Северо-Западная Атлантика, 10. 670 м над уровнем моря
Нантакет позади, позади Баффинова земля, интересно, почему они не летят прямо? Что-то мне объясняли про воздушные течения, но я всё-таки подозреваю, что коридоры для гражданской авиации связаны не с воздушными течениями, а с какими-то военными соображениями — база в Tule, из-за которой мне, видимо, не дали разрешения на поездку в Аванерсуак, какие-то такие вещи. Я слежу за самолетиком на экране, у меня не так уж много вариантов и не так уж много времени — до суши. Стюардесса исправно, как хороший зайчик носит мне воду и лёд, но смотрит на меня уже как-то подозрительно. — Видите ли, мадмуазель, — придумываю я про себя объяснение, — у меня не очень здоровые почки, врач велит мне пить много воды. И сока.
И сока.
Москва, усадьба «Царицыно»
Плохо, когда День Рождения летом, это все знают. Когда день рождения в июле — вообще беда, уже друзья все разъезжаются, каникулы, пионерские лагеря, вступительные экзамены, — и даже в тридцать это невезение отпускает тебя не совсем, потому что в России до сих пор принято уходить в отпуск летом, даже у тех, кто вполне может позволить себе две декабрьские недели на Бали или хотя бы одну январскую в Египте. Чем высчитывать, кто придёт, кто не придёт, чем рисковать, что пойдёт дождь, а ты только нацелился устроить пикник на открытом воздухе — нет, легче уж вообще ничего не отмечать. Я и не отмечаю, но зато она позвонила меня поздравить и совершенно не удивилась, что я не отмечаю, говорит, у нас это вообще не очень принято, день рождения, — а пошли послезавтра в Царицыно, там День Независимости, я тебя проведу, вряд ли это будет так уж хорошо, но чего, погода приятная, там, говорят, красиво. Там красиво, да.

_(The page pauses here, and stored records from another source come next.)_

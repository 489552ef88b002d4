package slab

import (
	"math"

	"betaloom/schema"
	"betaloom/solvers/jet"
)

const lightSpeed = schema.LightSpeed

// closure is how a side of a line ends.
type closure uint8

const (
	open     closure = iota // half-space: the field decays
	psiZero                 // psi = 0
	fluxZero                // phi = 0
)

// coefs are the coefficients of one medium as series in t, in units of k
// and 1/k: psi' = phi/p and phi' = -b (e - N) psi with N = L/k^2.
type coefs[T scalar] struct {
	inv series[T] // 1/p: 1 for TE, eps_z for TM
	b   series[T] // 1 for TE, 1/eps_y for TM
	e   series[T] // eps_x for TE, eps_y for TM
	gap series[T] // e less the base of N
}

// freeze keeps the values at the point only.
func (c *coefs[T]) freeze() coefs[T] {
	return coefs[T]{constant(c.inv.a), constant(c.b.a), constant(c.e.a), constant(c.gap.a)}
}

// film is a layer of finite thickness.
type film[T scalar] struct {
	layer int // of the stack
	twin  int // its mirror image, or -1
	d     float64
	h     T // d
	live  coefs[T]
}

// side is one end of a line.
type side[T scalar] struct {
	closure
	layer int // of the stack
	twin  int
	live  coefs[T]
	cut   bool // the half-space whose index is the cut-off
	level bool // another half-space of the very same e
}

// state is psi and the flux phi, seen along the way it is carried: at the upper
// side phi counts downward.
type state[T scalar] struct{ psi, phi series[T] }

// line is the equation of one polarisation on a stack, or on its lower half
// where it has a mirror plane, with the work space to solve it. The unknown
// u sets N = base + sigma u^2 where a half-space gives the cut-off, so that u
// is its decay over k; N = u where none does.
type line[T scalar] struct {
	tm     bool
	mirror bool
	fade   float64 // what imaginary parts are multiplied by: 1, less on the way there
	films  []film[T]
	ends   [2]side[T]
	base   series[T]
	sigma  series[T]
	branch bool
	top    float64 // the largest e of the films, real part
	ref    int     // the film that has it

	u      series[T]
	full   whole[T] // what narrow has put aside
	origin float64  // extent of the films below the first
	evened bool     // divide states by their larger part
	steady bool     // scale films by constants that are positive
	sharp  bool     // carry through opaque films as two waves, scaled as that moves
	still  bool     // nothing but u moves
	states [2][]state[T]
	rays   [2][]ray[T]
	trigs  []trig[T]
	z      []linear[T]
	factor []linear[T] // what a film's states are scaled by
	faces  []face[T]
	shares []share[T]
	tails  [2]share[T]
	swing  swing[T]
	foot   T    // what the state at the lower end is multiplied by
	edges  [2]T // psi at the outer faces, and the decay beyond
	rates  [2]T
	meets  int // the interface where the sides are matched
}

// setup builds the line of one polarisation from a stack; zero frequency
// derivatives and zero imaginary parts make it exact as well as fast.
func (q *line[T]) setup(w float64, s *Stack, tm, mirror bool, fade float64) {
	q.tm, q.mirror, q.fade = tm, mirror, fade
	lo, hi := 0, len(s.Layers)
	k := w / lightSpeed
	q.ends[0] = q.end(w, s, 0, s.GroundBottom)
	q.ends[1] = q.end(w, s, hi-1, s.GroundTop)
	if !s.GroundBottom {
		lo++
	}
	if !s.GroundTop {
		hi--
	}
	n := hi - lo
	if mirror {
		q.ends[0].twin = q.ends[1].layer
		q.ends[1] = side[T]{closure: fluxZero, twin: -1}
		n = (n + 1) / 2
	}
	q.films = resize(q.films, n)
	for i := range q.films {
		f := &q.films[i]
		f.layer, f.twin = lo+i, -1
		f.d = k * real(s.Layers[lo+i].Thickness.V)
		if mirror {
			f.twin = hi - 1 - i
			if f.twin == f.layer {
				f.d /= 2
			}
		}
		f.h = num[T](f.d)
		q.medium(w, &s.Layers[lo+i], &f.live)
	}
	q.states[0], q.states[1] = resize(q.states[0], n+1), resize(q.states[1], n+1)
	q.rays[0], q.rays[1] = resize(q.rays[0], n+1), resize(q.rays[1], n+1)
	q.trigs = resize(q.trigs, n)
	q.z, q.factor = resize(q.z, n), resize(q.factor, n)
	q.faces, q.shares = resize(q.faces, n), resize(q.shares, n)
	q.anchor()
}

func resize[E any](s []E, n int) []E {
	if cap(s) < n {
		return make([]E, n)
	}
	return s[:n]
}

func (q *line[T]) end(w float64, s *Stack, i int, ground bool) side[T] {
	e := side[T]{layer: i, twin: -1}
	switch {
	case ground && q.tm:
		e.closure = fluxZero
	case ground:
		e.closure = psiZero
	default:
		q.medium(w, &s.Layers[i], &e.live)
	}
	return e
}

// medium sets the coefficients of a layer for the line's polarisation.
func (q *line[T]) medium(w float64, l *Layer, c *coefs[T]) {
	if !q.tm {
		*c = coefs[T]{inv: constant(T(1)), b: constant(T(1)), e: taylor[T](w, &l.Eps[0], q.fade)}
		return
	}
	c.inv, c.e = taylor[T](w, &l.Eps[2], q.fade), taylor[T](w, &l.Eps[1], q.fade)
	c.b = inverse(c.e)
}

// taylor turns derivatives in w into a series in t.
func taylor[T scalar](w float64, j *jet.Jet, fade float64) series[T] {
	return series[T]{
		part[T](j.V, 1, fade), part[T](j.W, w, fade),
		part[T](j.WW, w*w/2, fade), part[T](j.WWW, w*w*w/6, fade),
	}
}

func part[T scalar](v complex128, factor, fade float64) T {
	return from[T](complex(real(v)*factor, imag(v)*factor*fade))
}

// anchor chooses the base of N and takes every e relative to it, so that
// nothing cancels near cut-off.
func (q *line[T]) anchor() {
	cut := -1
	for i := range q.ends {
		if q.ends[i].closure != open || re(sqrt(q.ends[i].live.e.a)) <= 0 {
			continue
		}
		if cut < 0 || re(sqrt(q.ends[i].live.e.a)) > re(sqrt(q.ends[cut].live.e.a)) {
			cut = i
		}
	}
	q.branch, q.base, q.sigma = cut >= 0, series[T]{}, constant(T(1))
	if q.branch {
		c := &q.ends[cut].live
		q.base = c.e
		if q.tm {
			q.sigma = mul(c.e, inverse(c.inv))
		}
	}
	for i := range q.ends {
		e := &q.ends[i]
		e.live.gap = sub(e.live.e, q.base)
		e.cut = i == cut
		e.level = q.branch && !e.cut && e.closure == open && e.live.gap == series[T]{}
	}
	q.top, q.ref = math.Inf(-1), -1
	for i := range q.films {
		f := &q.films[i]
		f.live.gap = sub(f.live.e, q.base)
		if f.d > 0 && re(f.live.e.a) > q.top {
			q.top, q.ref = re(f.live.e.a), i
		}
	}
}

// rise is N less its base.
func (q *line[T]) rise(u series[T]) series[T] {
	if !q.branch {
		return u
	}
	v := mul(u, u)
	switch {
	case !q.tm:
		return v
	case q.still:
		return scale(v, q.sigma.a)
	}
	return mul(q.sigma, v)
}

Только опять толпа, опять громко, чёрный охранник в форме морского пехотинца у входа, металлоискатель, я выворачиваю карманы: плеер, два пятака, ключи, охранник глядит в Машин паспорт, улыбается, мы проходим. Почти ничего не изменилось с тех пор, как я был здесь в прошлый раз, проходил тогда не по чужому паспорту, а по чужому пропуску, она работала в американской фармацевтической фирме, исполнительным секретарём, менеджером, не помню. Один наш общий приятель очень смеялся над названием этой самой фирмы — «Если бы у меня была фамилия Сквибб, я бы удавился». Мы то встречались в омерзительном, чудовищно дорогом московском «Хилтоне», где у фирмы был офис, то ехали вместе на корпоративный уикенд в «Вороново», бывший пансионат «Госснаба», а один раз, да, провели удивительный вечер здесь, в Царицыно, милостью Американской Торговой Палаты.